Problem to solve
A stretch of the entries below is to be set down exactly, running from the line with "const iso = (d: Date" through the line with "pointings: pointings.map((p) =>", both included, and no other line.

Dataset records
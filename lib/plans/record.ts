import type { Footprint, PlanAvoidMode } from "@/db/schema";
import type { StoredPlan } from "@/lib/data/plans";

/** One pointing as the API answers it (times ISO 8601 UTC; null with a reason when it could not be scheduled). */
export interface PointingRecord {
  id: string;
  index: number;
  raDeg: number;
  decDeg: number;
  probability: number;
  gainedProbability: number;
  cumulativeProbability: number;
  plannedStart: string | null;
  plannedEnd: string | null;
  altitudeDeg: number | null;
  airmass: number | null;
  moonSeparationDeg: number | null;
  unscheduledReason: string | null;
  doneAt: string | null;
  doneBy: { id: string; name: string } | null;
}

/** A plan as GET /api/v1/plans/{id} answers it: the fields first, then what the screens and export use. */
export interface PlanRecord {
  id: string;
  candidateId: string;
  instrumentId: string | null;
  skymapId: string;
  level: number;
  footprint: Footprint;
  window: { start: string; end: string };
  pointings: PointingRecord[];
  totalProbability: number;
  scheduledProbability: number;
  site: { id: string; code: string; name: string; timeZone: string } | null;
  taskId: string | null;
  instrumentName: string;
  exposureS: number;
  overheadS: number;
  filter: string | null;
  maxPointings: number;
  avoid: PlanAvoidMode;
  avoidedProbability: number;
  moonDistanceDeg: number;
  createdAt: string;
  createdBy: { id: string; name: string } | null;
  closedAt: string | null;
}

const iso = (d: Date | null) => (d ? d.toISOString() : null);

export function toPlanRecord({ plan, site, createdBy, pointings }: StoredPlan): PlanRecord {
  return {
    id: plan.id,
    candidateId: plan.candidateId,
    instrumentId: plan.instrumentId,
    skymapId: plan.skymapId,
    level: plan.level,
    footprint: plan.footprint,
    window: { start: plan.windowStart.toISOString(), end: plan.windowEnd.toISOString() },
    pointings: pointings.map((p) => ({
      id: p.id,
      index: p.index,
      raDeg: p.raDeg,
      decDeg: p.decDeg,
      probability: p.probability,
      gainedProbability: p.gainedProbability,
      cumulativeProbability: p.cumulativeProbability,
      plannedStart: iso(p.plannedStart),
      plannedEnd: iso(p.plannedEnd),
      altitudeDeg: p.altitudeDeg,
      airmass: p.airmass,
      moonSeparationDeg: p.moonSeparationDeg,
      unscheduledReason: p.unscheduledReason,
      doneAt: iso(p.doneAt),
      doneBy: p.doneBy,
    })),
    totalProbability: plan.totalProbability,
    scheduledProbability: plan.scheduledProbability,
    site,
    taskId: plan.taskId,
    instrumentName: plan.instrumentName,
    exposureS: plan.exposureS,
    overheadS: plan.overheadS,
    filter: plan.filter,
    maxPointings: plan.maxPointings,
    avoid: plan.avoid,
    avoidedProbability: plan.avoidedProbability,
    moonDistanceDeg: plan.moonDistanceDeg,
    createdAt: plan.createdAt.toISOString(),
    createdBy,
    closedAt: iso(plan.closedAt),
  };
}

---

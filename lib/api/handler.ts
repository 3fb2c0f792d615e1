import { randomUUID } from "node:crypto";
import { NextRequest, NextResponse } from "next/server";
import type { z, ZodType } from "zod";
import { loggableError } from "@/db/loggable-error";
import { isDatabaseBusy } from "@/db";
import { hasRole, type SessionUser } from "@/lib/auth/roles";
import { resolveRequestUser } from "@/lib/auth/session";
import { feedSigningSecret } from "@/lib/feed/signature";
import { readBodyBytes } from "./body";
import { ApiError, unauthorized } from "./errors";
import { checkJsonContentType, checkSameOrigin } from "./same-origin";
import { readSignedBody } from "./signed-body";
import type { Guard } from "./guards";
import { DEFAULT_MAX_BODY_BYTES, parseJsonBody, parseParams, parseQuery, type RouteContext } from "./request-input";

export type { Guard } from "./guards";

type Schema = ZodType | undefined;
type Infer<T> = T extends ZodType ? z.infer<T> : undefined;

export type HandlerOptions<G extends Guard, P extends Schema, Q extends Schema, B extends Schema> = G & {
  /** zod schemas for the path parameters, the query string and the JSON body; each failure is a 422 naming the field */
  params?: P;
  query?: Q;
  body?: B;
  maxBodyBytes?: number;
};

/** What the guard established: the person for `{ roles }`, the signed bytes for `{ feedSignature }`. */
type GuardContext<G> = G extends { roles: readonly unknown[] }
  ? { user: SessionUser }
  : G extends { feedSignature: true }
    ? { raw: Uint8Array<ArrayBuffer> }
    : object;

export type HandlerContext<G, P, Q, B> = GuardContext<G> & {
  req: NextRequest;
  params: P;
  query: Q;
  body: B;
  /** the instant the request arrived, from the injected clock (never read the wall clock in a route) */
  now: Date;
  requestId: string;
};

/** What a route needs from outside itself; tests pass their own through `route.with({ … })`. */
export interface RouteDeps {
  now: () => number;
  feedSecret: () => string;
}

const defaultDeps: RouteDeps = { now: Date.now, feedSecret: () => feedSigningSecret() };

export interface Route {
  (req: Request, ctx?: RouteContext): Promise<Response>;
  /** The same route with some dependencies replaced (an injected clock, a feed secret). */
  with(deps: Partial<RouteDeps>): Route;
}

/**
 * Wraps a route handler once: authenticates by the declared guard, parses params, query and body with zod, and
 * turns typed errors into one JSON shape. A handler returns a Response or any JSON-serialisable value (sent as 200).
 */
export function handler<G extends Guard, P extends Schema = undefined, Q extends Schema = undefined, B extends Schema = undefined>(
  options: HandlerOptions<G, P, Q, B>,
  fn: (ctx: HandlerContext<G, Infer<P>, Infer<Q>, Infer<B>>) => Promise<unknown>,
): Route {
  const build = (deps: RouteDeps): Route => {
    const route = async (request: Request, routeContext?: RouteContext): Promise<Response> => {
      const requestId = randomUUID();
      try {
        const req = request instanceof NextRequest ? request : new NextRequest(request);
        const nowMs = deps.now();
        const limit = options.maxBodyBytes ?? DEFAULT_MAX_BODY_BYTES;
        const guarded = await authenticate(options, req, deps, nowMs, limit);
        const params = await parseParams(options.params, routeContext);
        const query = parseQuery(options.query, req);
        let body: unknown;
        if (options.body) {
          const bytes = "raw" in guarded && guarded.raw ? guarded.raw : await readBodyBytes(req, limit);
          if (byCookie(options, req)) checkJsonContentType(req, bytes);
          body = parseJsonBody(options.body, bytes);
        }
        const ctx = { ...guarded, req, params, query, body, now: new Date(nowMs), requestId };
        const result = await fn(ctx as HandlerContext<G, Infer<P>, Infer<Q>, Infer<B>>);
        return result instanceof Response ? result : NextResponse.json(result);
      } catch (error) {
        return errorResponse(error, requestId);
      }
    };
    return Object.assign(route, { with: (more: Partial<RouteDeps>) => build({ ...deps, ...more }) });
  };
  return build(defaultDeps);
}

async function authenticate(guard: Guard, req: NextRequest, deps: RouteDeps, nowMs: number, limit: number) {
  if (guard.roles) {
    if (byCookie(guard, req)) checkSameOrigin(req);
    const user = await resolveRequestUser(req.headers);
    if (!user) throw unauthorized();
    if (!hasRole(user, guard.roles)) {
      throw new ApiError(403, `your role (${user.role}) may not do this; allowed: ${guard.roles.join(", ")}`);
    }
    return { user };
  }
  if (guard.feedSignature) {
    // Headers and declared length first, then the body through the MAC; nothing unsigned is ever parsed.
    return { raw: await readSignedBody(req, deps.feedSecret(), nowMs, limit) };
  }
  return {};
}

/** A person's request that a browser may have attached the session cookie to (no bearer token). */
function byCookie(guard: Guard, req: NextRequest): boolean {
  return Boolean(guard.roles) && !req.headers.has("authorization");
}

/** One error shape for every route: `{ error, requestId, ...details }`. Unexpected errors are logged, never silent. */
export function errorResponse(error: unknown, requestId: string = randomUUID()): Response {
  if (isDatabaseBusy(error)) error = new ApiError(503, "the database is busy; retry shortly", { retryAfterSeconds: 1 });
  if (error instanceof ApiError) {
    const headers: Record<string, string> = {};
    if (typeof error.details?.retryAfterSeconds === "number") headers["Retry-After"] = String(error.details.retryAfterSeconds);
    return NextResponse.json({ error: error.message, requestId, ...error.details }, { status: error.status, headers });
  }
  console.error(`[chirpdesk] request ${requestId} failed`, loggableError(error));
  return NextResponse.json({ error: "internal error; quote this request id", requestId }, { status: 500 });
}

Exercise result
const iso = (d: Date | null) => (d ? d.toISOString() : null);

export function toPlanRecord({ plan, site, createdBy, pointings }: StoredPlan): PlanRecord {
  return {
    id: plan.id,
    candidateId: plan.candidateId,
    instrumentId: plan.instrumentId,
    skymapId: plan.skymapId,
    level: plan.level,
    footprint: plan.footprint,
    window: { start: plan.windowStart.toISOString(), end: plan.windowEnd.toISOString() },
    pointings: pointings.map((p) => ({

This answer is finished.